Hocus Pocus - Kurt Vonnegut [72]
Do I resent rich people? No. The best or worst I can do is notice them. I agree with the great Socialist writer George Orwell, who felt that rich people were poor people with money. I would discover this to be the majority opinion in the prison across the lake as well, although nobody over there had ever heard of George Orwell. Many of the inmates themselves had been poor people with money before they were caught, with the most costly cars and jewelry and watches and clothes. Many, as teenage drug dealers, had no doubt owned bicycles as desirable as the one I found in the weeds in the highlands of Scipio.
When convicts found out that my car was nothing but a 4-door, 6-cylinder Mercedes, they often scorned or pitied me. It was the same with many of the students at Tarkington. I might as well have owned a battered pickup truck.
SO I WALKED that bicycle out of the weeds and onto the steep slope of Clinton Street. I wouldn’t have to pedal or turn a corner in order to deliver myself to the front door of the Black Cat Café. I would have to use the brakes, however, and I tested those. If the brakes didn’t work, I would go off the end of the dock of the old barge terminal and, alley-oop, straight into Lake Mohiga.
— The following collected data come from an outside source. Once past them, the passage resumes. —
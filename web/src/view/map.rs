//! The map: stops with names that do not collide, and a solution's arcs between them, as wide as
//! their value and dashed where it is fractional. Laid out for the width there is, so that names
//! keep their size.

use record::message::{Arc, InstanceReport, Stop};
use report::labels::{Placed, Wish, place};
use report::map::{Curve, Frame, Point, fit, hull};
use report::number::{fixed, short};
use yew::prelude::*;

use crate::browser::size::use_width;
use crate::state::pointer::Shared;

/// Size of names in pixels.
const SIZE: f64 = 11.0;
/// Radius of a stop's mark, and of the first one's.
const RADIUS: f64 = 3.0;
const FIRST: f64 = 5.0;
/// Distance of the points at which names look out for an arc.
const STEP: f64 = 6.0;
/// Beyond this many stops names are left to the marks' titles.
const NAMED: usize = 150;

#[derive(Properties, PartialEq)]
pub(crate) struct MapProps {
    pub(crate) report: Shared<InstanceReport>,
    pub(crate) arcs: Shared<Vec<Arc>>,
    /// Values to write at stops.
    #[prop_or_default]
    pub(crate) at: Option<Shared<Vec<(u32, f64)>>>,
    /// What it shows, for those who do not see it.
    pub(crate) label: AttrValue,
    /// A set of stops to tint.
    #[prop_or_default]
    pub(crate) set: Option<Shared<Vec<usize>>>,
    /// The column of the arc to name.
    #[prop_or_default]
    pub(crate) column: Option<u32>,
    /// What joins the stops of a graph: thin lines, and no stop is a depot.
    #[prop_or_default]
    pub(crate) edges: Option<Shared<Vec<(u32, u32)>>>,
    /// The value of each stop of a graph, which fills its mark.
    #[prop_or_default]
    pub(crate) fills: Option<Shared<Vec<f64>>>,
}

/// Places of stops and names in pixels.
#[derive(Debug, PartialEq)]
struct Places {
    frame: Frame,
    stops: Vec<Point>,
    names: Vec<Option<Placed>>,
    /// What is written at each stop.
    texts: Vec<String>,
    /// Turns values into widths: 1 at the greatest, if that is more than 1.
    scale: f64,
}

/// The map.
#[component]
pub(crate) fn Map(props: &MapProps) -> Html {
    let node = use_node_ref();
    let width = use_width(&node);
    let key = (props.report.clone(), props.arcs.clone(), props.at.clone(), width as u32);
    let places = use_memo(key, |(report, arcs, at, width)| {
        let at = at.as_ref().map_or(&[][..], |at| at.as_slice());
        places(report, (arcs, at), f64::from(*width))
    });
    html! {
        <div class="map" ref={node}>
            if width > 0.0 {
                <svg
                    width={width.to_string()} height={places.frame.height.to_string()}
                    role="img" aria-label={props.label.clone()}
                >
                    { tinted(props, &places) }
                    { joined(props, &places) }
                    for (key, arc) in props.arcs.iter().enumerate() { { arc_path(key, arc, &places, props.column) } }
                    { stops(props, &places) }
                    { chosen(props, &places) }
                </svg>
            }
        </div>
    }
}

fn places(report: &InstanceReport, (arcs, at): (&[Arc], &[(u32, f64)]), width: f64) -> Places {
    let height = if width * 0.66 < 380.0 { width * 0.66 } else { 380.0 };
    let frame = Frame { width, height, margin: 26.0 };
    let given: Vec<Point> = report.stops.iter().map(|stop| (stop.x, stop.y)).collect();
    let stops = fit(&given, frame);
    let texts = texts(report, at);
    let wishes: Vec<Wish<'_>> = texts
        .iter()
        .zip(&stops)
        .enumerate()
        .map(|(index, (text, &at))| Wish { text, at, radius: radius(report, index) })
        .collect();
    let curves = arcs.iter().filter_map(|arc| curve(arc, &stops));
    let lines: Vec<Point> = curves.flat_map(|curve| curve.points(STEP)).collect();
    let names = if wishes.len() <= NAMED {
        place(&wishes, &lines, frame, SIZE)
    } else {
        vec![None; wishes.len()]
    };
    let most = arcs.iter().fold(1.0, |most, arc| if arc.value > most { arc.value } else { most });
    Places { frame, stops, names, texts, scale: 1.0 / most }
}

/// What is written at each stop: its label, what it is marked as, and its value.
fn texts(report: &InstanceReport, at: &[(u32, f64)]) -> Vec<String> {
    let mut texts: Vec<String> = report.stops.iter().map(|stop| stop.label.clone()).collect();
    for (text, stop) in texts.iter_mut().zip(&report.stops) {
        if !stop.mark.is_empty() {
            *text = format!("{text} ({})", stop.mark);
        }
    }
    for &(stop, value) in at {
        if let Some(text) = texts.get_mut(stop as usize) {
            *text = format!("{text}  {}", short(value));
        }
    }
    texts
}

/// Marked stops are larger; where none is marked, the first, which is the depot.
fn radius(report: &InstanceReport, index: usize) -> f64 {
    let marked = |stop: &Stop| !stop.mark.is_empty();
    let large = if report.stops.iter().any(marked) {
        report.stops.get(index).is_some_and(marked)
    } else {
        index == 0
    };
    if large { FIRST } else { RADIUS }
}

fn stops(props: &MapProps, places: &Places) -> Html {
    let radius = |index| if props.edges.is_some() { FIRST } else { radius(&props.report, index) };
    html! {
        <>
            for (index, (stop, &(x, y))) in props.report.stops.iter().zip(&places.stops).enumerate() {
                <circle key={index} class={classes!("stop", filled(props, index))} cx={px(x)} cy={px(y)} r={radius(index).to_string()}>
                    <title>{ stop.label.clone() }</title>
                </circle>
            }
            for (text, name) in places.texts.iter().zip(&places.names) {
                if let Some(name) = name {
                    if let Some((from, to)) = name.leader {
                        <line class="leader" x1={px(from.0)} y1={px(from.1)} x2={px(to.0)} y2={px(to.1)} />
                    }
                    <text class="name" x={px(name.x)} y={px(name.y)}>{ text.clone() }</text>
                }
            }
        </>
    }
}

/// How the mark of a stop is filled: by its value, in a graph where each has one.
fn filled(props: &MapProps, index: usize) -> Option<&'static str> {
    let value = *props.fills.as_ref()?.get(index)?;
    Some(if value == 0.0 {
        "none"
    } else if is_fractional(value) {
        "part"
    } else {
        "whole"
    })
}

/// The edges of a graph, below everything that has a value.
fn joined(props: &MapProps, places: &Places) -> Html {
    let Some(edges) = &props.edges else { return Html::default() };
    let ends = |&(from, to): &(u32, u32)| {
        Some((*places.stops.get(from as usize)?, *places.stops.get(to as usize)?))
    };
    html! {
        for ((x, y), (a, b)) in edges.iter().filter_map(ends) {
            <line class="edge" x1={px(x)} y1={px(y)} x2={px(a)} y2={px(b)} />
        }
    }
}

fn arc_path(key: usize, arc: &Arc, places: &Places, column: Option<u32>) -> Html {
    let Some(curve) = curve(arc, &places.stops) else { return Html::default() };
    let chosen = column.is_some() && column == arc.column;
    let class = classes!(
        "arc",
        is_fractional(arc.value).then_some("fractional"),
        chosen.then_some("chosen")
    );
    let size = arc.value.abs() * places.scale;
    let width = px(0.8 + 2.4 * size);
    html! {
        <g {key} {class}>
            <path d={path(&curve)} stroke-width={width} />
            if let Some([a, b, c]) = curve.arrow(3.0 + 2.0 * size) {
                <polygon points={points(&[a, b, c])} />
            }
        </g>
    }
}

/// The name of the chosen arc, over everything else.
fn chosen(props: &MapProps, places: &Places) -> Html {
    let found = props.arcs.iter().find(|arc| props.column.is_some() && props.column == arc.column);
    let Some((arc, curve)) = found.and_then(|arc| Some((arc, curve(arc, &places.stops)?))) else {
        return Html::default();
    };
    let (x, y) = curve.at(0.5);
    html! { <text class="name value" x={px(x)} y={px(y - 6.0)} text-anchor="middle">{ fixed(arc.value, 3) }</text> }
}

fn tinted(props: &MapProps, places: &Places) -> Html {
    let Some(set) = &props.set else { return Html::default() };
    let inside: Vec<Point> =
        set.iter().filter_map(|&stop| places.stops.get(stop).copied()).collect();
    html! { <polygon class="tint" points={points(&hull(&inside))} /> }
}

fn curve(arc: &Arc, stops: &[Point]) -> Option<Curve> {
    let from = stops.get(arc.from as usize)?;
    let to = stops.get(arc.to as usize)?;
    (arc.from != arc.to).then(|| Curve::between(*from, *to))
}

/// Whether a value differs from a whole number by more than the tolerance of the search.
pub(crate) fn is_fractional(value: f64) -> bool {
    (value - value.round()).abs() > 1e-6
}

fn path(curve: &Curve) -> String {
    let (from, control, to) = (curve.from, curve.control, curve.to);
    let parts = [px(from.0), px(from.1), px(control.0), px(control.1), px(to.0), px(to.1)];
    let [a, b, c, d, e, f] = parts;
    ["M", &a, " ", &b, "Q", &c, " ", &d, " ", &e, " ", &f].concat()
}

fn points(points: &[Point]) -> String {
    let pairs: Vec<String> = points.iter().map(|&(x, y)| [px(x), px(y)].join(",")).collect();
    pairs.join(" ")
}

/// A pixel measure with one decimal.
pub(crate) fn px(value: f64) -> String {
    ((value * 10.0).round() / 10.0).to_string()
}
I straddled the banana-shaped saddle, which turned out to be surprisingly considerate of my sensitive crotch and hindquarters. Sailing down a hill on that bicycle in the sunshine wasn’t anything like being crucified.
I PARKED THE bike in plain view in front of the Black Cat Café, noting several champagne corks on the sidewalk and in the gutter. In Vietnam they would have been cartridge cases. This was where Arthur K. Clarke had formed up his motorcycle gang for its unopposed assault on Tarkington. The troops and their ladies had first drunk champagne. There were also remains of sandwiches, and I stepped on one, which I think was either cucumber or watercress. I scraped it off on the curbing, left it there for germs. I’ll tell you this, though: No germ is going to leave the Solar System eating sissy stuff like that.
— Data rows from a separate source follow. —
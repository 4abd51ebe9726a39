//! Moving and zooming the view of a tree: by a drag, two fingers, the wheel or keys.

use std::cell::RefCell;
use std::rc::Rc;

use gloo_events::{EventListener, EventListenerOptions};
use wasm_bindgen::JsCast;
use web_sys::{HtmlCanvasElement, WheelEvent};
use yew::prelude::*;

/// A key, or a press of a button, zooms by this factor and moves by this share of what is in view.
const FACTOR: f64 = 1.5;
const STEP: f64 = 0.2;
/// Pixels that a pointer moves before its press is a drag.
const SLACK: f64 = 4.0;
/// Zoom by the wheel, a pixel of it.
const WHEEL: f64 = 0.002;

/// What happens to the view, in shares of what is in view: places from 0 to 1 across and down.
#[derive(Debug, Clone, Copy, PartialEq)]
pub(crate) enum Glance {
    /// Nearer by a factor about a place; `None` is the selected node, or the middle.
    Zoom { about: Option<(f64, f64)>, factor: f64 },
    /// Moved right and down.
    Move { right: f64, down: f64 },
    /// Moved so that what stands at a value and a height is in view.
    Hold(f64, f64),
    /// The whole tree.
    Whole,
}

impl Glance {
    pub(crate) const NEARER: Self = Self::Zoom { about: None, factor: FACTOR };
    pub(crate) const FARTHER: Self = Self::Zoom { about: None, factor: 1.0 / FACTOR };
    pub(crate) const LEFT: Self = Self::Move { right: -STEP, down: 0.0 };
    pub(crate) const RIGHT: Self = Self::Move { right: STEP, down: 0.0 };
    pub(crate) const UP: Self = Self::Move { right: 0.0, down: -STEP };
    pub(crate) const DOWN: Self = Self::Move { right: 0.0, down: STEP };

    /// What a key does; `None` for a key that is not for the view.
    pub(crate) fn of_key(key: &str, shift: bool) -> Option<Self> {
        match (key, shift) {
            ("+" | "=", _) => Some(Self::NEARER),
            ("-" | "_", _) => Some(Self::FARTHER),
            ("0", _) => Some(Self::Whole),
            ("ArrowLeft", true) => Some(Self::LEFT),
            ("ArrowRight", true) => Some(Self::RIGHT),
            ("ArrowUp", true) => Some(Self::UP),
            ("ArrowDown", true) => Some(Self::DOWN),
            _ => None,
        }
    }
}

/// A pointer that is down.
#[derive(Debug, Clone, Copy)]
struct Finger {
    id: i32,
    at: (f64, f64),
}

/// The pointers that hold the drawing: at most two count.
#[derive(Debug, Default)]
pub(crate) struct Grip {
    fingers: Vec<Finger>,
    from: (f64, f64),
    dragging: bool,
}

impl Grip {
    /// Whether the click that ends a press ended a drag; forgets it.
    pub(crate) fn took_a_drag(&mut self) -> bool {
        std::mem::take(&mut self.dragging)
    }

    /// A pointer goes down.
    pub(crate) fn pressed(grip: &Rc<RefCell<Self>>) -> Callback<PointerEvent> {
        let grip = Rc::clone(grip);
        Callback::from(move |event: PointerEvent| {
            if event.button() == 0 {
                grip.borrow_mut().press(event.pointer_id(), place(&event));
            }
        })
    }

    fn press(&mut self, id: i32, at: (f64, f64)) {
        self.fingers.retain(|finger| finger.id != id);
        self.fingers.truncate(1);
        if self.fingers.is_empty() {
            (self.from, self.dragging) = (at, false);
        }
        self.fingers.push(Finger { id, at });
    }

    /// A pointer moves over a drawing of some size.
    pub(crate) fn dragged(
        grip: &Rc<RefCell<Self>>,
        size: (f64, f64),
        look: Callback<Glance>,
    ) -> Callback<PointerEvent> {
        let grip = Rc::clone(grip);
        Callback::from(move |event: PointerEvent| {
            let was = grip.borrow().dragging;
            let glance = grip.borrow_mut().drag(event.pointer_id(), place(&event), size);
            if !was && grip.borrow().dragging {
                let canvas: HtmlCanvasElement = event.target_unchecked_into();
                // A pointer that cannot be held still drags while it is over the drawing.
                let _ = canvas.set_pointer_capture(event.pointer_id());
            }
            if let Some(glance) = glance {
                event.prevent_default();
                look.emit(glance);
            }
        })
    }

    fn drag(&mut self, id: i32, to: (f64, f64), size: (f64, f64)) -> Option<Glance> {
        let index = self.fingers.iter().position(|finger| finger.id == id)?;
        let from = self.fingers[index].at;
        if !self.dragging && distance(self.from, to) < SLACK && self.fingers.len() < 2 {
            return None;
        }
        self.dragging = true;
        self.fingers[index].at = to;
        let other = self.fingers.iter().find(|finger| finger.id != id).map(|finger| finger.at);
        let Some(other) = other else {
            let right = (from.0 - to.0) / size.0;
            return Some(Glance::Move { right, down: (from.1 - to.1) / size.1 });
        };
        let (before, after) = (distance(from, other), distance(to, other));
        let about = ((to.0 + other.0) / 2.0 / size.0, (to.1 + other.1) / 2.0 / size.1);
        (before > 1.0).then_some(Glance::Zoom { about: Some(about), factor: after / before })
    }

    /// A pointer goes up or away.
    pub(crate) fn released(grip: &Rc<RefCell<Self>>) -> Callback<PointerEvent> {
        let grip = Rc::clone(grip);
        Callback::from(move |event: PointerEvent| {
            grip.borrow_mut().fingers.retain(|finger| finger.id != event.pointer_id());
        })
    }
}

fn place(event: &PointerEvent) -> (f64, f64) {
    (f64::from(event.offset_x()), f64::from(event.offset_y()))
}

fn distance(one: (f64, f64), other: (f64, f64)) -> f64 {
    let (x, y) = (one.0 - other.0, one.1 - other.1);
    (x * x + y * y).sqrt()
}

/// The wheel zooms with Ctrl, which is also what two fingers on a touch pad send, and moves
/// sideways; without either it is the page's.
pub(crate) fn on_wheel(
    canvas: &HtmlCanvasElement,
    size: (f64, f64),
    look: Callback<Glance>,
) -> EventListener {
    let options = EventListenerOptions::enable_prevent_default();
    EventListener::new_with_options(canvas, "wheel", options, move |event| {
        let Some(event) = event.dyn_ref::<WheelEvent>() else { return };
        let glance = if event.ctrl_key() || event.meta_key() {
            let at = (f64::from(event.offset_x()) / size.0, f64::from(event.offset_y()) / size.1);
            let turned = event.delta_y() * WHEEL;
            let factor = if turned > 0.0 { 1.0 / (1.0 + turned) } else { 1.0 - turned };
            Glance::Zoom { about: Some(at), factor }
        } else if event.delta_x().abs() > event.delta_y().abs() {
            Glance::Move { right: event.delta_x() / size.0, down: 0.0 }
        } else {
            return;
        };
        event.prevent_default();
        look.emit(glance);
    })
}

#[cfg(test)]
mod tests {
    use super::*;

    const SIZE: (f64, f64) = (200.0, 100.0);

    #[test]
    fn a_press_that_hardly_moves_is_a_click() {
        let mut grip = Grip::default();
        grip.press(1, (50.0, 50.0));
        assert_eq!(grip.drag(1, (52.0, 51.0), SIZE), None);
        assert!(!grip.took_a_drag());
        assert_eq!(
            grip.drag(1, (60.0, 50.0), SIZE),
            Some(Glance::Move { right: -0.05, down: 0.0 })
        );
        assert!(grip.took_a_drag() && !grip.took_a_drag());
        assert_eq!(grip.drag(7, (60.0, 50.0), SIZE), None, "a pointer that is not down");
    }

    #[test]
    fn two_fingers_zoom_about_their_middle() {
        let mut grip = Grip::default();
        grip.press(1, (80.0, 50.0));
        grip.press(2, (120.0, 50.0));
        let glance = grip.drag(2, (160.0, 50.0), SIZE);
        assert_eq!(glance, Some(Glance::Zoom { about: Some((0.6, 0.5)), factor: 2.0 }));
    }

    #[test]
    fn keys_move_only_with_shift() {
        assert_eq!(Glance::of_key("ArrowLeft", true), Some(Glance::LEFT));
        assert_eq!(Glance::of_key("ArrowLeft", false), None);
        assert_eq!(Glance::of_key("+", true), Some(Glance::NEARER));
        assert_eq!(Glance::of_key("0", false), Some(Glance::Whole));
    }
}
Plutonium! Now there’s the stuff to put hair on a microbe’s chest.
I ENTERED THE Black Cat Café for the first time in my life. This was my club now, since I had been busted down to Townie. Maybe, after a few drinks, I’d go back up the hill and let air out of the tires of some of Clarke’s motorcycles and limousines.
I bellied up to the bar and said, “Give me a wop.” That was what I had heard people down in the town called Budweiser beer, ever since Italians had bought Anheuser-Busch, the company that made Budweiser. The Italians got the St. Louis Cardinals, too, as part of the deal.
“Wop coming up,” said the barmaid. She was just the kind of woman I would go for right now, if I didn’t have TB. She was in her late 30s, and had had a lot of bad luck recently, and didn’t know where to turn next. I knew her story. So did everybody else in town. She and her husband restored an old-time ice cream parlor 2 doors up Clinton Street from the Black Cat Café. But then her husband died because he had inhaled so much paint remover. The germs inside him couldn’t have felt too great, either.
WHO KNOWS, THOUGH? The Elders of Tralfamadore may have had her husband restore the ice cream parlor just so we could have a new strain of germs capable of surviving a passage through a cloud of paint remover in outer space.
HER NAME WAS Muriel Peck, and her husband Jerry Peck was a direct descendant of the first President of Tarkington College. His father grew up in this valley, but Jerry was raised in San Diego, California, and then he went to work for an ice cream company out there. The ice cream company was bought by President Mobutu of Zaire, and Jerry was let go.